The research also clearly demonstrated that students admitted with lower qualifications than their peers ended up learning less and had a drop out rate disproportionately higher than science majors.

“Sen. Hernandez is behind the times,” said Connerly. “It’s not forward-looking for him to inflict on the people of California another meaningless battle.”

Striving for diversity doesn’t solve the problem

Heather Mac Donald, a senior fellow at the Manhattan Institute, told me the UC system has “already been violating the spirit of Prop. 209 by importing obvious surrogates for race into its so-called ‘holistic’ admissions process.” The Hernandez bill, she said, would simply “open the floodgates of blatant racial references once again and allow UC to discriminate without apology.”

“There are high quality students that are not getting into these schools because there is already an informal quota,” she said.

The Fisher v. University of Texas at Austin case brought national attention to similar issues. The Supreme Court recently decided in a 7-1 ruling that the federal appeals court was wrong to dismiss Abigail Noel Fisher’s case, in which she argued that the University of Texas illegally discriminated against her because of her race.

The ruling written by Justice Anthony Kennedy essentially stated that diversity must not be an ultimately deciding factor in university admissions processes. “The reviewing court must ultimately be satisfied that no workable race-neutral alternatives would produce the educational benefits of diversity,” Kennedy wrote.

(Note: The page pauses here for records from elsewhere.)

"""Private compiled kernel of the ``forward_bem`` plugin (numba), same formula as the numpy one.

See :mod:`._forward_bem_kernels` for the closed form. Field points run in
parallel. Per field point the distances to every vertex and the line
integrals of every unique edge are computed once (a closed mesh has half as
many edges as face edges and a sixth as many vertices as face corners), then
each triangle only adds its solid angle and combines the shared values; the
same quantities as the numpy kernel, evaluated without temporaries. Used when
numba is importable, else the numpy kernel is. ``cache=True`` keeps the
compiled code on disk, so only the first call on a machine compiles.
"""
from __future__ import annotations

import math

import numpy as np
from numba import njit, prange


@njit(parallel=True, cache=True, fastmath=False)
def linear_weights(points, verts, edges, face_edge, normal, g, one_minus_gx, coef, faces,
                   n_vertices):  # pragma: no cover - compiled
    """(m, n_vertices) double-layer weights of linear hat functions.

    points (m, 3); verts (n, 3); edges (q, 2) unique vertex pairs;
    face_edge (k, 3) edge index of face edge e (corner e -> e + 1); normal
    (k, 3); g (k, 3, 3) hat gradients per corner; one_minus_gx (k, 3);
    coef (k, 3, 3) g_c . m_e; faces (k, 3).
    """
    m = points.shape[0]
    k = faces.shape[0]
    nv = verts.shape[0]
    ne = edges.shape[0]
    out = np.zeros((m, n_vertices))
    for i in prange(m):
        r0, r1, r2 = points[i, 0], points[i, 1], points[i, 2]
        dist = np.empty(nv)
        for j in range(nv):
            a0 = verts[j, 0] - r0
            a1 = verts[j, 1] - r1
            a2 = verts[j, 2] - r2
            dist[j] = math.sqrt(a0 * a0 + a1 * a1 + a2 * a2)
        gam = np.empty(ne)
        for e in range(ne):
            a = edges[e, 0]
            b = edges[e, 1]
            t0 = verts[b, 0] - verts[a, 0]
            t1 = verts[b, 1] - verts[a, 1]
            t2 = verts[b, 2] - verts[a, 2]
            ln = math.sqrt(t0 * t0 + t1 * t1 + t2 * t2)
            if ln <= 0.0:
                gam[e] = 0.0
                continue
            sa = (t0 * (verts[a, 0] - r0) + t1 * (verts[a, 1] - r1) + t2 * (verts[a, 2] - r2)) / ln
            sb = (t0 * (verts[b, 0] - r0) + t1 * (verts[b, 1] - r1) + t2 * (verts[b, 2] - r2)) / ln
            if sa + sb >= 0.0:
                num = dist[b] + sb
                den = dist[a] + sa
            else:
                num = dist[a] - sa
                den = dist[b] - sb
            # zero only on the edge's own line, where every triangle using it is skipped below
            gam[e] = math.log(num / den) if num > 0.0 and den > 0.0 else 0.0
        y = np.empty((3, 3))
        nn = np.empty(3)
        ge = np.empty(3)
        for t in range(k):
            big = 0.0
            small = 1e300
            for c in range(3):
                j = faces[t, c]
                y[c, 0] = verts[j, 0] - r0
                y[c, 1] = verts[j, 1] - r1
                y[c, 2] = verts[j, 2] - r2
                nn[c] = dist[j]
                big = max(big, nn[c])
                small = min(small, nn[c])
            if small <= 1e-9 * big:
                continue
            cx = y[1, 1] * y[2, 2] - y[1, 2] * y[2, 1]
            cy = y[1, 2] * y[2, 0] - y[1, 0] * y[2, 2]
            cz = y[1, 0] * y[2, 1] - y[1, 1] * y[2, 0]
            num = y[0, 0] * cx + y[0, 1] * cy + y[0, 2] * cz
            d01 = y[0, 0] * y[1, 0] + y[0, 1] * y[1, 1] + y[0, 2] * y[1, 2]
            d02 = y[0, 0] * y[2, 0] + y[0, 1] * y[2, 1] + y[0, 2] * y[2, 2]
            d12 = y[1, 0] * y[2, 0] + y[1, 1] * y[2, 1] + y[1, 2] * y[2, 2]
            den = nn[0] * nn[1] * nn[2] + d01 * nn[2] + d02 * nn[1] + d12 * nn[0]
            omega = 2.0 * math.atan2(num, den)
            h = normal[t, 0] * y[0, 0] + normal[t, 1] * y[0, 1] + normal[t, 2] * y[0, 2]
            for e in range(3):
                ge[e] = gam[face_edge[t, e]]
            for c in range(3):
                lin = one_minus_gx[t, c] + g[t, c, 0] * r0 + g[t, c, 1] * r1 + g[t, c, 2] * r2
                line = coef[t, c, 0] * ge[0] + coef[t, c, 1] * ge[1] + coef[t, c, 2] * ge[2]
                out[i, faces[t, c]] += lin * omega - h * line
    return out


@njit(parallel=True, cache=True, fastmath=False)
def solid_angle_sums(points, verts, faces):  # pragma: no cover - compiled
    """(m,) total solid angle of a closed mesh seen from each point (van Oosterom & Strackee 1983).

    The compiled counterpart of :func:`prep.geometry.layers.solid_angle_sum`
    (4 pi inside an outward mesh, 0 outside), with exact differences.
    """
    m = points.shape[0]
    k = faces.shape[0]
    out = np.zeros(m)
    for i in prange(m):
        r0, r1, r2 = points[i, 0], points[i, 1], points[i, 2]
        total = 0.0
        for t in range(k):
            a, b, c = faces[t, 0], faces[t, 1], faces[t, 2]
            x0, x1, x2 = verts[a, 0] - r0, verts[a, 1] - r1, verts[a, 2] - r2
            y0, y1, y2 = verts[b, 0] - r0, verts[b, 1] - r1, verts[b, 2] - r2
            z0, z1, z2 = verts[c, 0] - r0, verts[c, 1] - r1, verts[c, 2] - r2
            nx = math.sqrt(x0 * x0 + x1 * x1 + x2 * x2)
            ny = math.sqrt(y0 * y0 + y1 * y1 + y2 * y2)
            nz = math.sqrt(z0 * z0 + z1 * z1 + z2 * z2)
            num = x0 * (y1 * z2 - y2 * z1) + x1 * (y2 * z0 - y0 * z2) + x2 * (y0 * z1 - y1 * z0)
            den = (nx * ny * nz + (x0 * y0 + x1 * y1 + x2 * y2) * nz
                   + (x0 * z0 + x1 * z1 + x2 * z2) * ny + (y0 * z0 + y1 * z1 + y2 * z2) * nx)
            total += 2.0 * math.atan2(num, den)
        out[i] = total
    return out
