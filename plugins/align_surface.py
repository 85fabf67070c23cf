"""Built-in aligner ``surface``: robust ICP of head shape and electrodes onto the scalp.

Iterative closest point (Besl & McKay 1992) with the point-to-plane error
(Chen & Medioni 1992), Huber weights and rejection of gross outliers; the
fiducials, when marked in both frames, give the start (Horn 1987) and stay in
the fit as point-to-point terms weighted by their noise. Without anatomy-frame
fiducials, several starts are tried (principal axes of points and scalp, and
the head frame of the digitized fiducials), keeping those whose nose points
anterior (+y of the anatomy frame, assumed RAS-like), and the best fit wins.
"""
from __future__ import annotations

from collections.abc import Mapping

import numpy as np

from prep import Aligner, Alignment, Finding, Sensors, Surface, Transform, hookimpl
from prep.geometry.registration import (absolute_orientation, bootstrap_step, rigid_matrix, robust_icp,
                                        rotvec_to_matrix)
from prep.geometry.surface import SurfaceQuery, surface_query
from prep.model import FIDUCIALS
from prep.placement import (digitizer_handedness, mirror_matrix, mirrored_finding, paired_fiducials,
                            too_few_points)

SOURCE = "aligner 'surface'"

DEFAULTS = {
    "use_electrodes": True,
    # fiducial standard deviation, weighting them against the surface points, whose
    # noise is estimated from the data, per class (common practice: landmarks are
    # digitized to a few mm); the scale estimate never goes below scale_floor_m
    "fiducial_sigma_m": 0.003,
    "scale_floor_m": 0.0005,
    # Huber (1964) tuning constant: 95 % efficiency under normal errors
    "huber_k": 1.345,
    # gross outliers: beyond max(reject_floor_m, reject_factor x robust scale) (common practice)
    "reject_factor": 3.0,
    "reject_floor_m": 0.005,
    "max_iter": 40,
    "min_points": 10,
    "n_boot": 200,
    "seed": 0,
    # RMS distance of the kept points after the fit (common practice)
    "misfit_warn_m": 0.004,
    "misfit_fail_m": 0.008,
    # share of head-shape points rejected above which the rejection is a warning
    "outlier_warn_fraction": 0.10,
}


def _principal_axes(points: np.ndarray) -> np.ndarray:
    """(3, 3) columns = principal axes, largest variance first, right-handed."""
    _, vecs = np.linalg.eigh(np.cov((points - points.mean(axis=0)).T))
    axes = vecs[:, ::-1]
    if np.linalg.det(axes) < 0:
        axes[:, 2] *= -1
    return axes


def _head_axes(fids: Mapping[str, np.ndarray]) -> np.ndarray | None:
    """(3, 3) columns = right, anterior, up of the digitized head frame; None without the three fiducials."""
    if not all(n in fids and np.isfinite(fids[n]).all() for n in FIDUCIALS):
        return None
    ex = fids["rpa"] - fids["lpa"]
    if not np.linalg.norm(ex) > 0:
        return None
    ex = ex / np.linalg.norm(ex)
    ey = fids["nasion"] - (fids["lpa"] + fids["rpa"]) / 2
    ey = ey - ex * (ey @ ex)
    if not np.linalg.norm(ey) > 0:
        return None
    ey = ey / np.linalg.norm(ey)
    return np.column_stack([ex, ey, np.cross(ex, ey)])


def _starts(points: np.ndarray, fids: Mapping[str, np.ndarray], vertices: np.ndarray) -> list[np.ndarray]:
    """Candidate (4, 4) starts when the anatomy frame has no fiducials."""
    rotations = []
    ap, av = _principal_axes(points), _principal_axes(vertices)
    for signs in ((1, 1, 1), (1, -1, -1), (-1, 1, -1), (-1, -1, 1)):
        rotations.append(av @ np.diag(signs) @ ap.T)
    head = _head_axes(fids)
    if head is not None:
        base = head.T  # head axes -> anatomy x, y, z
        for pitch in (-20.0, 0.0, 20.0):
            rotations.append(rotvec_to_matrix([np.radians(pitch), 0, 0]) @ base)
        nose = fids["nasion"] - points.mean(axis=0)
        rotations = [r for r in rotations if (r @ nose)[1] > 0] or rotations
    starts = []
    for rot in rotations:
        moved = points @ rot.T
        t = vertices.mean(axis=0) - moved.mean(axis=0)
        t[2] = vertices[:, 2].max() - moved[:, 2].max()  # the digitized cap sits on the crown
        starts.append(rigid_matrix(rot, t))
    return starts


def _facing(matrix: np.ndarray, points: np.ndarray, fids: Mapping[str, np.ndarray]) -> bool:
    """Whether the digitized nasion ends up anterior (+y) and the points above the ears (+z)."""
    if not all(n in fids for n in FIDUCIALS):
        return True
    lin = matrix[:3, :3]
    nose = lin @ (fids["nasion"] - points.mean(axis=0))
    up = lin @ (points.mean(axis=0) - (fids["lpa"] + fids["rpa"]) / 2)
    return bool(nose[1] > 0 and up[2] > 0)


def _search(points: np.ndarray, fids: Mapping[str, np.ndarray], q: SurfaceQuery, vertices: np.ndarray,
            icp_kw: dict) -> np.ndarray:
    sub = np.linspace(0, len(points) - 1, min(len(points), 150)).astype(int)  # an even subsample is enough here
    kw = {**icp_kw, "groups": icp_kw["groups"][sub], "max_iter": 15}
    found = []
    for start in _starts(points, fids, vertices):
        res = robust_icp(points[sub], q.query, q.normals.__getitem__, start, **kw)
        cost = float(np.mean(np.minimum(np.abs(res.distances), 0.02)))
        found.append((not _facing(res.matrix, points, fids), cost, len(found), res.matrix))
    # a symmetric head fits as well turned around: the nose decides, then the fit
    return min(found, key=lambda f: f[:3])[3]


def align(sensors: Sensors, scalp: Surface, anatomy_fiducials: Mapping[str, np.ndarray] | None, *,
          use_electrodes: bool = True, fiducial_sigma_m: float = 0.003, scale_floor_m: float = 0.0005,
          huber_k: float = 1.345, reject_factor: float = 3.0, reject_floor_m: float = 0.005,
          max_iter: int = 40, min_points: int = 10, n_boot: int = 200, seed: int = 0,
          misfit_warn_m: float = 0.004, misfit_fail_m: float = 0.008,
          outlier_warn_fraction: float = 0.10) -> Alignment:
    """Fit head-shape points and electrodes to the scalp surface.

    Returns
    -------
    Alignment
        ``headshape_inliers`` (m,) bool over ``sensors.headshape``; ``metrics``:
        ``rms_m`` (RMS signed distance of the kept points), ``fre_m`` (fiducial
        residual, if fiducials in both frames), ``n_points``, ``n_rejected``,
        ``iterations``, ``uncertainty`` (bootstrap over the fit points:
        ``translation_mm``, ``rotation_deg``, ``displacement_mm_95``).

    Raises
    ------
    UsageError
        ``input.too-few-points`` when neither three fiducials in both frames nor
        ``min_points`` surface points with digitized fiducials are available.
    """
    findings: list[Finding] = []
    pre = np.eye(4)
    if digitizer_handedness(sensors) < 0:
        pre = mirror_matrix()
        findings.append(mirrored_finding(SOURCE))
    lin = pre[:3, :3]
    hs_ok = np.isfinite(sensors.headshape).all(axis=1)
    hs = sensors.headshape[hs_ok] @ lin.T
    el = sensors.positions[sensors.eeg_mask] @ lin.T if use_electrodes else np.zeros((0, 3))
    el = el[np.isfinite(el).all(axis=1)]
    points = np.vstack([hs, el])
    fids = {k: v @ lin.T for k, v in sensors.fiducials.items()}
    pair = paired_fiducials(fids, anatomy_fiducials, required=len(points) < min_points)
    q = surface_query(scalp.vertices, scalp.faces)
    groups = np.r_[np.zeros(len(hs), dtype=np.int64), np.ones(len(el), dtype=np.int64)]
    icp_kw = {"landmark_sigma": fiducial_sigma_m, "groups": groups, "huber_k": huber_k,
              "reject_factor": reject_factor, "reject_floor": reject_floor_m, "scale_floor": scale_floor_m}
    if pair is not None:
        src, dst, names = pair
        rot, t, _ = absolute_orientation(src, dst)
        init = rigid_matrix(rot, t)
        icp_kw.update(landmarks=src, landmark_targets=dst)
        if len(points) < min_points:
            return _fiducials_only(sensors, scalp, init, pre, pair, len(points), findings)
    else:
        if len(points) < min_points or _head_axes(fids) is None:
            raise too_few_points(f"{len(points)} surface point(s) and no nasion/LPA/RPA in both frames",
                                 "give the anatomy fiducials (--fiducials) or digitize nasion, LPA and RPA "
                                 "and at least a few dozen head-shape points")
        names = ()
        findings.append(Finding(
            code="input.fiducial-missing", severity="warn", source=SOURCE,
            message="no fiducials in the anatomy frame: the start was searched from principal axes with the "
                    "nose taken from the digitized nasion (the anatomy frame is assumed to face +y); "
                    "check the picture"))
        init = _search(points, fids, q, scalp.vertices, icp_kw)
    res = robust_icp(points, q.query, q.normals.__getitem__, init, max_iter=max_iter, **icp_kw)
    matrix = res.matrix @ pre
    kept = res.inliers
    rms = float(np.sqrt(np.mean(res.distances[kept] ** 2))) if kept.any() else float("inf")
    n_hs = len(hs)
    inliers_hs = np.zeros(len(sensors.headshape), dtype=bool)
    inliers_hs[np.flatnonzero(hs_ok)] = kept[:n_hs]
    findings += _outlier_findings(inliers_hs, hs_ok, res.distances[:n_hs], outlier_warn_fraction)
    fre, per = None, {}
    if names:
        moved = src @ res.matrix[:3, :3].T + res.matrix[:3, 3]
        d = np.linalg.norm(moved - dst, axis=1)
        fre, per = float(np.sqrt(np.mean(d ** 2))), {n: float(x) for n, x in zip(names, d)}
    severity = ("fail" if rms > misfit_fail_m or kept.mean() < 0.5 else "warn" if rms > misfit_warn_m else None)
    if severity:
        findings.append(Finding(
            code="placement.misfit", severity=severity, source=SOURCE,
            message=f"the surface fit leaves {rms * 1e3:.1f} mm RMS between the kept points and the scalp "
                    f"({int((~kept).sum())} of {len(kept)} points rejected); check units, the scalp mesh "
                    "and the fiducials",
            values={"rms_m": rms, "kept_fraction": float(kept.mean())},
            threshold=misfit_fail_m if severity == "fail" else misfit_warn_m))
    at = el @ res.matrix[:3, :3].T + res.matrix[:3, 3] if len(el) else points @ res.matrix[:3, :3].T
    unc = bootstrap_step(res.system, len(points), at, n_boot=n_boot, seed=seed)
    unc["method"] = "bootstrap over the fit points of the final linearised step"
    metrics = {"rms_m": rms, "fre_m": fre, "fiducial_residuals_m": per, "n_points": len(points),
               "n_headshape": n_hs, "n_rejected": int((~kept).sum()), "robust_scale_m": res.scale,
               "iterations": res.iterations, "converged": res.converged, "uncertainty": unc,
               "mirrored": bool(pre[0, 0] < 0), "start": "fiducials" if names else "search"}
    transform = Transform(matrix=matrix, from_frame=sensors.frame, to_frame=scalp.frame, method="surface-fit",
                          residuals={"rms_m": rms, "fre_m": fre})
    return Alignment(transform=transform, findings=tuple(findings), headshape_inliers=inliers_hs, metrics=metrics)


def _fiducials_only(sensors: Sensors, scalp: Surface, init: np.ndarray, pre: np.ndarray, pair: tuple,
                    n_points: int, findings: list[Finding]) -> Alignment:
    """Too few surface points to fit: the fiducial alignment, said so."""
    src, dst, names = pair
    d = np.linalg.norm(src @ init[:3, :3].T + init[:3, 3] - dst, axis=1)
    fre = float(np.sqrt(np.mean(d ** 2)))
    findings = [*findings, Finding(
        code="input.too-few-points", severity="warn", source=SOURCE,
        message=f"only {n_points} head-shape point(s) and electrode(s): the surface fit was skipped and the "
                "fiducials alone give the transform")]
    transform = Transform(matrix=init @ pre, from_frame=sensors.frame, to_frame=scalp.frame, method="fiducials",
                          residuals={"fre_m": fre})
    return Alignment(transform=transform, findings=tuple(findings), headshape_inliers=None,
                     metrics={"rms_m": None, "fre_m": fre, "fiducial_residuals_m": dict(zip(names, d.tolist())),
                              "n_points": n_points, "start": "fiducials", "uncertainty": {},
                              "mirrored": bool(pre[0, 0] < 0)})


def _outlier_findings(inliers: np.ndarray, finite: np.ndarray, dist: np.ndarray, warn_fraction: float) -> list:
    bad = np.flatnonzero(finite & ~inliers)
    if not len(bad):
        return []
    frac = len(bad) / max(int(finite.sum()), 1)
    far = dict(zip(np.flatnonzero(finite).tolist(), dist.tolist()))
    return [Finding(
        code="placement.headshape-outliers", severity="warn" if frac > warn_fraction else "info", source=SOURCE,
        subjects=tuple(f"headshape {i}" for i in bad),
        message=f"{len(bad)} of {int(finite.sum())} head-shape points ({100 * frac:.0f} %) lie too far from the "
                "scalp and were left out of the fit",
        values={"indices": bad.tolist(), "distances_m": [far[i] for i in bad.tolist()], "fraction": frac},
        threshold=warn_fraction)]


@hookimpl
def headprep_register_aligners() -> list[Aligner]:
    return [Aligner(name="surface", align=align, defaults=dict(DEFAULTS),
                    description="robust point-to-plane ICP of head shape and electrodes onto the scalp")]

“Attaining diversity for its own sake is a nonstarter,” wrote Justice Clarence Thomas in his concurring opinion. “The pursuit of diversity as an end is nothing more than impermissible ‘racial balancing.’”

The San Francisco-based Asian American Legal Foundation, in their amicus brief filing for the Fisher case, underscored the problems with having such racial quotas. Asians, they write, have “historically been, and continue to be, denied access to public schools due to overt racial and ethnic prejudice as well as ostensibly well-intentioned ‘diversity’ programs such as the program at issue here.” The brief went on to explain:

“UT Austin is engaged in racial balancing without any remedial purpose. It is similarly denying applicants access solely because they are of the ‘wrong’ race or ethnicity. And it is proclaiming that its good faith should excuse the fact that it is trammeling on applicants’ civil rights.”

The same is essentially happening in California’s higher education system behind closed doors.

In regards to admissions, Ward Connelly echoed the majority opinion of the Supreme Court and said officers must “use neutral measures first” and “exhaust all avenues of race neutrality” before considering employing policies of racial preferences.

But exempting universities, colleges and schools from the requirements of Prop. 209 would do exactly the opposite.

Connerly and other critics insist that SCA 5 would create the framework for an even broader scope of racial discrimination against qualified students, regardless of their achievements or merit.